New Ruling To Allow 'Equity Crowdfunding' In US
Small and medium businesses on the growth track will soon be able to turn to the general public for help.
This week, the United States Securities and Exchange Commission, which regulates the securities industry, approved new rules to allow what’s called "equity crowdfunding."
The idea behind equity crowdfunding is similar to popular fundraising websites such as Kickstarter. But instead of collecting donations from the “crowd,” private companies sell stock to the general public.
Only “accredited investors,” or wealthy, financially savvy individuals, have been allowed by law to become shareholders in a private company. The SEC’s decision this week will lift that limitation and open up such investment opportunities to everyone.
Jonathan Frutkin, attorney and founder of Phoenix-based Frutkin Law Firm, said the SEC’s decision will open new doors for corporate growth and job creation.
“This is a big change because it allows the general public to invest in private deals, which they could never do before,” said Frutkin, who also recently wrote a book about equity crowdfunding and founded Cricca Funding to help private companies with handling securities offerings and working with shareholders on the back end.
He said the SEC’s ruling was also surprising.
A portion of the Jumpstart Our Business Start-Ups Act, also known as the JOBS Act, signed by President Barack Obama in 2012, required the SEC to enact new rules to allow equity crowdfunding nationwide.
The deadline to do so passed at the end of 2012, but the SEC dragged its heels and gave little indication as to its next move.
Thus, several states, including Arizona this year, started putting on the political pressure by passing their own laws.
Those state laws allow crowdfunding in small amounts - $1 million to $2 million limit per company, per year in Arizona – companies and investors must be located within that state.

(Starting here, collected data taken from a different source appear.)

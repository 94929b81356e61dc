// Package export implements the writers that hand a clean section on to
// other programs: CAD (DXF), cutting and checking templates (SVG at 1:1),
// spreadsheets and CAD scripts (CSV), meshers (Gmsh .geo), and the stacked
// stations of a blade in 3D for a CAD loft (DXF 3D polylines, CSV), plus
// the results of the analysis stages as tables (polars and Cp, CSV).
//
// # Frames
//
// Place puts a section document into the coordinates of an export: the
// part frame (FramePart, the default), where the normalised nodes are
// mapped back through the section's frame (chord, twist, leading edge,
// mirroring) into the part's own coordinates and units, exactly as they
// were measured; or the chord frame (FrameChord), the normalised nodes as
// they are, in chord units. A section made without a frame (an analytic
// shape) can be scaled to a chord of any length (PlaceOptions.Chord).
// The exports of one section are drawn in the coordinates of its plane:
// the input's x and y for 2D input, the plane's u and v (recorded in the
// section document's frame.plane) for points cut from or fitted to 3D.
// The stations of a blade are placed in space: each in the plane it was
// cut at, or at z = its station.
//
// # Formats
//
// DXF is ASCII, declared as release 12 (AC1009), whose entities every CAD
// program reads: the section as a closed POLYLINE through the nodes on
// layer SECTION; the same nodes as the fit points of a cubic SPLINE
// (with its control points and knots, an interpolating B-spline) on
// layer SPLINE, closed across a blunt trailing edge by a LINE; the chord
// line on layer CHORD; and datum marks (crosses and POINTs at the leading
// edge, the trailing-edge midpoint and the quarter-chord point, with
// labels) on layer DATUM. SPLINE entities came with release 13: a reader
// that knows only release 12 skips that layer and keeps the polyline. The
// unit is declared in $INSUNITS.
//
// SVG is drawn at 1:1 in the section's unit (width and height in mm or
// inches), for printing as a cutting or checking template: the outline,
// the chord line, the datum marks, a scale bar to check the print scale
// against, and a title block.
//
// CSV files start with comment lines (#) naming the section, the frame and
// the unit ("# units: mm", which foilwright's reader understands), then a
// header line and one row per node. Numbers are written with as many
// digits as it takes to read them back exactly.
//
// The Gmsh geometry script (.geo, Gmsh's open text format) holds the nodes
// as points, the upper and lower surfaces as splines through them (and a
// line across a blunt trailing edge), a circular far-field boundary at a
// chosen distance, the surface between them, mesh sizes at the points and
// physical groups "section", "farfield" and "fluid".
//
// Every geometric export reads back, through foilwright's own readers
// (DXF, CSV) or by parsing (SVG, .geo), to the nodes it was made from
// within 1e-9 of the chord; the tests check it.
package export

But with the new SEC rules, companies can raise up to $50 million from anyone, anywhere in the U.S.
Frutkin said the challenge for shareholders is they won’t have much freedom with their money.
“And so investors need to be aware that this isn’t like buying Exxon Mobil or Apple on TD Ameritrade,” he said. “You are buying something that you are going to have to hold on to for the medium to long term.”
The downside for businesses, he said, is the upfront costs. Companies must first go through a review and approval process by the SEC prior to issuing shares, which involves filing fees, attorney’s fees and hiring accountants to perform audits. Frutkin said that can add up to hundreds of thousands of dollars to the company.
The new rules should go into effect within the next 60 days.